Iklan

Iklan

,

Iklan

Revitalisasi Sekolah: Harapan Besar, Ancaman Korupsi Mengintai Lampung Selatan

, 9/23/2025 WIB
Gambar Ilustrasi  

Lampung Selatan – Pendidikan adalah investasi masa depan bangsa. Namun di balik senyum anak-anak yang menanti sekolah layak, program revitalisasi sekolah justru menyimpan potensi masalah serius jika tidak diawasi dengan ketat.


Kementerian Pendidikan Dasar dan Menengah (Kemendikdasmen) tahun 2025 menargetkan 13.834 sekolah di seluruh Indonesia untuk direvitalisasi. Hingga awal September, sudah 11.179 sekolah menandatangani perjanjian kerja sama (PKS) dan menerima pencairan dana tahap pertama sebesar 70%. Sisa 30% akan cair setelah progres fisik mencapai 70%.


Khusus di Lampung Selatan, program ini harus menjadi perhatian serius. Pasalnya, pola swakelola yang memberi kewenangan penuh kepada kepala sekolah membuka ruang rawan terjadinya penyelewengan anggaran.

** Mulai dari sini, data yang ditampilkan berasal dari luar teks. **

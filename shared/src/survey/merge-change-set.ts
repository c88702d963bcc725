import { applyChanges } from './apply-changes.ts';
import type { Change, Changes, Clash } from './change.ts';
import { checkInvariants } from './check-invariants.ts';
import { loopsOfRoom } from './derive/loops-of-room.ts';
import { SurveyDraft } from './draft/survey-draft.ts';
import { rehangOpenings } from './draft/rehang-openings.ts';
import { sweepUnused } from './draft/sweep-unused.ts';
import { roomsOfStorey } from './derive/rooms-of-storey.ts';
import { entryViolations } from './invariants/entry-violations.ts';
import type { Violation } from './invariants/violation.ts';
import { clashOf, mergeRows } from './merge/merge-rows.ts';
import { touchedBy } from './merge/touched-by.ts';
import { rowsOf } from './rows.ts';
import type { SurveyDocument } from './survey-document.ts';

export type MergeOutcome =
  | {
      readonly ok: true;
      /** What is to be done to the document as it stands; empty when all of it is there already. */
      readonly changes: Changes;
      /** The document after them, at the same sequence number. */
      readonly document: SurveyDocument;
      readonly touchedRoomIds: readonly string[];
      readonly touchedStoreyIds: readonly string[];
    }
  | { readonly ok: false; readonly clashes: readonly Clash[] };

/**
 * Puts a change set made on an earlier state onto the document as it stands. All of it or, with a single clash, nothing.
 * Corners that another person's rooms came to use stay although the set deletes them; corners nobody uses after both go;
 * openings in a wall that was split in between are hung on the right half.
 *
 * @param changes rows and fields that fit their schemas (`parseChanges`)
 */
export function mergeChangeSet(document: SurveyDocument, changes: Changes): MergeOutcome {
  const rows = mergeRows(document, changes);
  if (rows.clashes.length > 0) return { ok: false, clashes: rows.clashes };
  const planTouched = rows.changes.some(({ kind }) => kind !== 'entry');
  const settled = planTouched
    ? settlePlan(document, rows.changes, changes)
    : { ok: true as const, changes: rows.changes };
  if (!settled.ok) return settled;
  const merged = settled.changes;
  const after = applyChanges(document, merged);
  const violations = violationsAfter(document, after, merged);
  if (violations.length > 0) {
    return { ok: false, clashes: violations.map((violation) => clashFrom(violation, document, changes)) };
  }
  const { roomIds, storeyIds } = touchedBy(document, after, merged);
  return { ok: true, changes: merged, document: after, touchedRoomIds: roomIds, touchedStoreyIds: storeyIds };
}

type Settled =
  { readonly ok: true; readonly changes: Changes } | { readonly ok: false; readonly clashes: readonly Clash[] };

/** Keeps what the others came to use, hangs openings and sweeps corners on the storeys the rows touch. */
function settlePlan(document: SurveyDocument, rows: Changes, asked: Changes): Settled {
  const draft = new SurveyDraft(document);
  for (const change of rows) lay(draft, change);
  for (const storeyId of touchedBy(document, applyChanges(document, rows), rows).storeyIds) {
    keepUsedCorners(draft, storeyId);
    const clash = hangOpenings(draft, storeyId, asked);
    if (clash !== null) return { ok: false, clashes: [clash] };
    sweepUnused(draft, storeyId);
  }
  return { ok: true, changes: draft.changes() };
}

function lay(draft: SurveyDraft, change: Change): void {
  const { kind, id, before, after } = change;
  if (after === null) draft.remove(kind, id);
  else draft.put(kind, (before === null ? after : { ...draft.get(kind, id), ...after }) as never);
}

function keepUsedCorners(draft: SurveyDraft, storeyId: string): void {
  for (const room of draft.roomsOf(storeyId)) {
    for (const id of loopsOfRoom(room).flat()) {
      const stored = draft.base.corners.get(id);
      if (draft.get('corner', id) === undefined && stored !== undefined) draft.put('corner', stored);
    }
  }
}

/** An opening that loses its wall without being deleted by the set is a clash: somebody counts on it. */
function hangOpenings(draft: SurveyDraft, storeyId: string, changes: Changes): Clash | null {
  const standing = draft.openingsOf(storeyId);
  const refused = rehangOpenings(draft, storeyId);
  const lost = standing.find((opening) => draft.get('opening', opening.id) === undefined);
  const id = refused?.ids?.[0] ?? lost?.id;
  if (id === undefined) return null;
  const message = refused?.message ?? 'The wall of an opening was taken away by one of you and used by the other.';
  return clashFrom({ code: 'WALL_GONE', message, storeyId, kind: 'opening', ids: [id] }, draft.base, changes);
}

function violationsAfter(before: SurveyDocument, after: SurveyDocument, changes: Changes): readonly Violation[] {
  const { storeyIds } = touchedBy(before, after, changes);
  const planTouched = changes.some(({ kind }) => kind !== 'entry');
  if (!planTouched)
    return entryViolations(
      after,
      changes.flatMap(({ id }) => after.entries.get(id) ?? []),
    );
  const found = checkInvariants(after, storeyIds);
  if (found.length > 0) return found;
  return homeless(before, after, changes);
}

/** Entries whose room the set deletes, and entries of the set whose room is not there. */
function homeless(before: SurveyDocument, after: SurveyDocument, changes: Changes): readonly Violation[] {
  const gone = changes.some(({ kind, after: row }) => kind === 'room' && row === null);
  const suspects = gone ? after.entries.values() : changes.flatMap(({ id }) => after.entries.get(id) ?? []);
  const orphaned = [...suspects].filter((entry) => !after.rooms.has(entry.room_id));
  const misplaced = roomsOfGoneStoreys(before, after);
  return [...entryViolations(after, orphaned), ...misplaced];
}

function roomsOfGoneStoreys(before: SurveyDocument, after: SurveyDocument): Violation[] {
  return [...before.storeys.keys()].flatMap((storeyId) =>
    after.storeys.has(storeyId) || roomsOfStorey(after, storeyId).length === 0
      ? []
      : checkInvariants(after, [storeyId]),
  );
}

/** A broken rule as a clash: a row that is not there was deleted by them (`gone`) or by the set itself (`edited`). */
function clashFrom(violation: Violation, document: SurveyDocument, changes: Changes): Clash {
  const { message, missing } = violation;
  if (missing !== undefined) {
    const own = changes.find(({ kind, id }) => kind === missing.kind && id === missing.id);
    const reason = own?.after === null ? 'edited' : 'gone';
    return clashOf(missing, reason, null, own?.before ?? null, null, own?.after ?? null, message);
  }
  const mine = changes.find(({ id }) => violation.ids.includes(id));
  const id = violation.ids[0] ?? mine?.id ?? '';
  const theirs = rowsOf(document, violation.kind).get(id) ?? null;
  const field = violation.field ?? null;
  return clashOf(
    { kind: violation.kind, id },
    'geometry',
    field,
    mine?.before ?? null,
    theirs,
    mine?.after ?? null,
    message,
  );
}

Potensi Kecurangan Kepala Sekolah

Beberapa modus kecurangan yang kerap terjadi dalam proyek swakelola antara lain:

  • Manipulasi laporan pertanggungjawaban, mulai dari kwitansi fiktif hingga mark-up harga bahan bangunan.
  • Penggunaan tenaga kerja fiktif, di mana daftar gaji pekerja hanya formalitas, sementara dananya dikantongi pribadi.
  • Pengalihan dana untuk kepentingan pribadi, termasuk pembelian barang mewah hingga perjalanan dinas fiktif.
  • Kerjasama dengan oknum pemasok, di mana material kualitas rendah dikirim dengan harga tinggi.
  • Proyek di luar anggaran, yang digunakan sebagai kedok untuk menutupi penyimpangan lain.

Jika praktik ini dibiarkan, maka gedung sekolah yang seharusnya kokoh hanya akan menjadi bangunan rapuh berusia pendek, merugikan murid sekaligus mencoreng amanah rakyat.



Fenomena Oknum LSM dan Wartawan Jadi Pelaksana Lapangan

Selain masalah di internal sekolah, muncul pula fenomena baru yang tak kalah meresahkan: oknum LSM dan wartawan ikut terlibat sebagai pelaksana lapangan proyek revitalisasi.


Seharusnya, LSM dan media berfungsi sebagai kontrol sosial untuk mengawasi jalannya program. Namun dalam praktiknya, ada oknum yang justru berubah peran menjadi “kontraktor bayangan.” Mereka masuk ke sekolah dengan mengaku bisa membantu mengurus proyek, lalu ikut mengatur pembelian material, tenaga kerja, hingga pencairan dana.


Akibatnya, fungsi pengawasan independen menjadi lumpuh. Kepala sekolah berada dalam posisi tertekan, sementara kualitas pekerjaan lapangan kerap dikorbankan demi keuntungan pribadi. Fenomena ini tidak hanya merusak integritas program, tetapi juga menciptakan konflik kepentingan yang merugikan dunia pendidikan.



Seruan untuk Dinas Pendidikan Lampung Selatan

Masyarakat Lampung menilai, Dinas Pendidikan Lampung Selatan tidak boleh sekadar menjadi penonton. Pengawasan harus diperketat dengan melibatkan komite sekolah, orang tua murid, dan masyarakat setempat.


Transparansi laporan penggunaan dana wajib dibuka agar publik bisa mengawasi secara langsung.


Revitalisasi sekolah bukan sekadar proyek fisik, melainkan warisan untuk generasi penerus bangsa. Tanpa pengawasan yang kuat, program yang digagas Presiden ini bisa berubah menjadi ladang basah bagi para koruptor, termasuk bagi oknum-oknum luar yang seharusnya menjadi pengawas, bukan pelaku.



Menatap Akhir 2025

Kemendikdasmen menargetkan seluruh sekolah yang direvitalisasi rampung pada akhir 2025. Jika pengawasan dilakukan dengan baik, maka Lampung Selatan bisa menjadi contoh daerah sukses memanfaatkan program ini. Namun jika lengah, justru Lampung Selatan bisa tercatat sebagai daerah dengan praktik penyalahgunaan dana pendidikan.


Senyum anak-anak Indonesia adalah tujuan utama. Jangan sampai dirampas oleh tangan-tangan kotor—baik dari internal sekolah, maupun dari oknum luar yang menunggangi program ini.